[[ LISTED RECORDS, beginning ]]

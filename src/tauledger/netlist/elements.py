"""What the places and keywords of an element card mean, for all letters alike, and the cards with a model and X."""

from __future__ import annotations

import math
import re
from collections.abc import Iterable, Iterator, Sequence

from msgspec import Struct

from tauledger.circuit import fold
from tauledger.errors import NetlistError
from tauledger.netlist.diagnostics import Site, nearest
from tauledger.netlist.formulas import Behaviour
from tauledger.netlist.items import Item, Setting, Value, Word, flattened
from tauledger.netlist.letters import Letter
from tauledger.netlist.numbers import read_number
from tauledger.netlist.scopes import Scope, number_of

_SCALE_AND_UNIT = re.compile(r"(?:meg|mil|[tgkmuµμnpf])?(?:ohms?|Ω|f|h|hz|v|a)?", re.IGNORECASE)

X_SHAPE = "X1 node1 node2 .. name"

# Words that stand alone on a card and mean yes.
FLAGS = frozenset({"off", "on", "thermal"})


class Fields(Struct, frozen=True):
    """An element card by places and keywords: parentheses are blanks, the element's name left out."""

    name: Word
    places: tuple[Value, ...]
    settings: tuple[Setting, ...]


class ElementCard(Struct, frozen=True):
    """An element as its card has it, names not yet those of the flat circuit.

    parameters: (name, value) in SI units, flags are 1. model, references: names of the model and of the elements that
    it depends on. behaviour, quantity: what it gives by a formula; table: the pairs by which the formula is looked up.
    """

    nodes: tuple[Word, ...]
    parameters: tuple[tuple[str, float], ...] = ()
    m: float = 1.0
    model: Word | None = None
    references: tuple[Word, ...] = ()
    polynomial: tuple[float, ...] = ()
    behaviour: Behaviour | None = None
    quantity: str = ""
    table: tuple[float, ...] = ()


class InstanceCard(Struct, frozen=True):
    """X: nodes, the subcircuit's name, and the parameters given."""

    nodes: tuple[Word, ...]
    subcircuit: Word
    settings: tuple[Setting, ...]


def fields(site: Site, items: tuple[Item, ...]) -> Fields:
    """Sort the items of an element card; raises NetlistError for a keyword that is given twice."""
    head = items[0]
    if not isinstance(head, Word):
        raise site.fault(head, "an element begins with its name")
    places: list[Value] = []
    settings: dict[str, Setting] = {}
    for item in flattened(items[1:]):
        if isinstance(item, Setting):
            if fold(item.name.text) in settings:
                raise site.fault(item, f"{item.name.text} is given twice")
            settings[fold(item.name.text)] = item
        else:
            places.append(item)
    return Fields(head, tuple(places), tuple(settings.values()))


def nodes(site: Site, values: Iterable[Value]) -> Iterator[Word]:
    """Check that values can be names of nodes."""
    for value in values:
        if not isinstance(value, Word):
            raise site.fault(value, "the name of a node is expected here, not a formula")
        yield value


def device(
    site: Site, card: Fields, letter: Letter, models: frozenset[str], known: frozenset[str], scope: Scope
) -> ElementCard:
    """Read a device with a model. models: folded names that can be seen from here. known: parameters of its families,
    empty where no family has it: then every name counts."""
    places = card.places
    last = min(letter.most + 1, len(places))
    where = next((k for k in range(letter.least, last) if _is_name(places[k], models)), None)
    if where is None:
        raise _no_model(site, card, letter, models)
    model = places[where]
    assert isinstance(model, Word)
    parameters: list[tuple[str, float]] = []
    m = 1.0
    for number, extra in enumerate(places[where + 1 :]):
        if isinstance(extra, Word) and fold(extra.text) in FLAGS:
            parameters.append((fold(extra.text), 1.0))
        elif behind(site, extra, card.settings, "ic"):
            continue
        elif number == 0 and letter.area:
            parameters.append(("area", positive(site, extra, number_of(site, extra, scope), "area")))
        else:
            area = number == 0 and "area" in known
            raise site.fault(extra, "this is one too many", "write area=value" if area else "write name=value")
    for setting in card.settings:
        name = fold(setting.name.text)
        if name == "m":
            m = multiplicity(site, setting, scope)
        elif name == "ic" or name in ("icvbe", "icvce", "icvds", "icvgs", "icvbs"):
            continue
        elif known and name not in known:
            raise keyword_fault(site, setting, letter.words, set(known) | {"ic"})
        elif name in dict(parameters):
            raise site.fault(setting, f"{name} is given twice")
        else:
            value = number_of(site, setting.value, scope)
            if name.startswith("area"):
                positive(site, setting.value, value, name)
            parameters.append((name, value))
    # One order for all ways to write it, so that what is written of it is read back the same.
    parameters.sort(key=lambda parameter: parameter[0] not in FLAGS)
    return ElementCard(tuple(nodes(site, places[:where])), tuple(parameters), m, model)


def _is_name(value: Value, models: frozenset[str]) -> bool:
    return isinstance(value, Word) and fold(value.text) in models


def _no_model(site: Site, card: Fields, letter: Letter, models: frozenset[str]) -> Exception:
    places, least, most = card.places, letter.least, letter.most
    shape = f"write {card.name.text} {' '.join(letter.terminals[:least])} model"
    if len(places) <= least:
        message = f"a {letter.words} has at least {least} nodes and a model"
        return site.fault(len(site.card.text), message, shape)
    beyond = next((place for place in places[most + 1 :] if _is_name(place, models)), None)
    if beyond is not None:
        return site.fault(beyond, f"a {letter.words} has at most {most} nodes", shape)
    last = places[min(len(places), most + 1) - 1]
    # A number in the last place is the area: the name before it was meant to be the model.
    if isinstance(last, Word) and read_number(last.text) is not None and len(places) > least + 1:
        last = places[min(len(places), most + 1) - 2]
    if not isinstance(last, Word):
        return site.fault(last, "the name of a model is expected here", shape)
    return site.fault(last, f"no model is called {last.text!r}", nearest(last.text, models, otherwise=shape))


def behind(site: Site, value: Value, settings: Sequence[Setting], name: str) -> bool:
    """Say whether a value belongs to a list such as ic=0.7,5 of the setting `name`: a comma stands before it."""
    before = [setting for setting in settings if setting.at < value.at]
    if not before or fold(before[-1].name.text) != name:
        return False
    between = site.card.text[before[-1].value.at : value.at]
    return between.rstrip().endswith(",")


def instance(site: Site, card: Fields) -> InstanceCard:
    """Read an X card: nodes, name of the subcircuit, parameters; `params:` may stand before them."""
    places = [place for place in card.places if not (isinstance(place, Word) and fold(place.text) == "params:")]
    if not places:
        raise site.fault(len(site.card.text), "the name of the subcircuit is missing", f"write {X_SHAPE}")
    words = tuple(nodes(site, places))
    return InstanceCard(words[:-1], words[-1], card.settings)


def parted_number(site: Site, first: Item, second: Item) -> NetlistError | None:
    """Make the error for a number that a blank or a decimal comma has parted in two words; None where it has not."""
    if not (isinstance(first, Word) and isinstance(second, Word)):
        return None
    number = read_number(first.text)
    if number is None or number.tail:
        return None
    end = first.at + len(first.text)
    between = site.card.text[end : second.at]
    both = f"{first.text}{between}{second.text}"
    if between.strip() == "," and first.text.lstrip("+-").isdigit() and second.text[:1].isdigit():
        message = f"{both!r} is two numbers: a comma parts them"
        return site.fault(first, message, f"write the decimal point: {first.text}.{second.text}")
    if not between.strip() and first.text[-1].isdigit() and _SCALE_AND_UNIT.fullmatch(second.text):
        return site.fault(first, f"{both!r} is two words", f"write {first.text}{second.text}")
    return None


def multiplicity(site: Site, setting: Setting, scope: Scope) -> float:
    """Read m=."""
    return positive(site, setting.value, number_of(site, setting.value, scope), "m")


def positive(site: Site, value: Value, number: float, what: str) -> float:
    """Give a number back where it is greater than 0, else raise NetlistError at its place."""
    if not (number > 0.0 and math.isfinite(number)):
        raise site.fault(value, f"{what} must be greater than 0, not {number:.6g}")
    return number


def keyword_fault(site: Site, setting: Setting, words: str, known: set[str]) -> Exception:
    """Make the error for a keyword that an element does not have."""
    name = setting.name.text
    article = "an" if words[0] in "aeiou" else "a"
    hint = nearest(name, known, otherwise=f"known here: {', '.join(sorted(known))}")
    return site.fault(setting.name, f"{name}= on {article} {words} is not supported by this version", hint)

[[ LISTED RECORDS, end ]]

TO DO — Looking through the data above, copy out each line in which the string "table" occurs.

COMPLETED EXERCISE —
    it depends on. behaviour, quantity: what it gives by a formula; table: the pairs by which the formula is looked up.
    table: tuple[float, ...] = ()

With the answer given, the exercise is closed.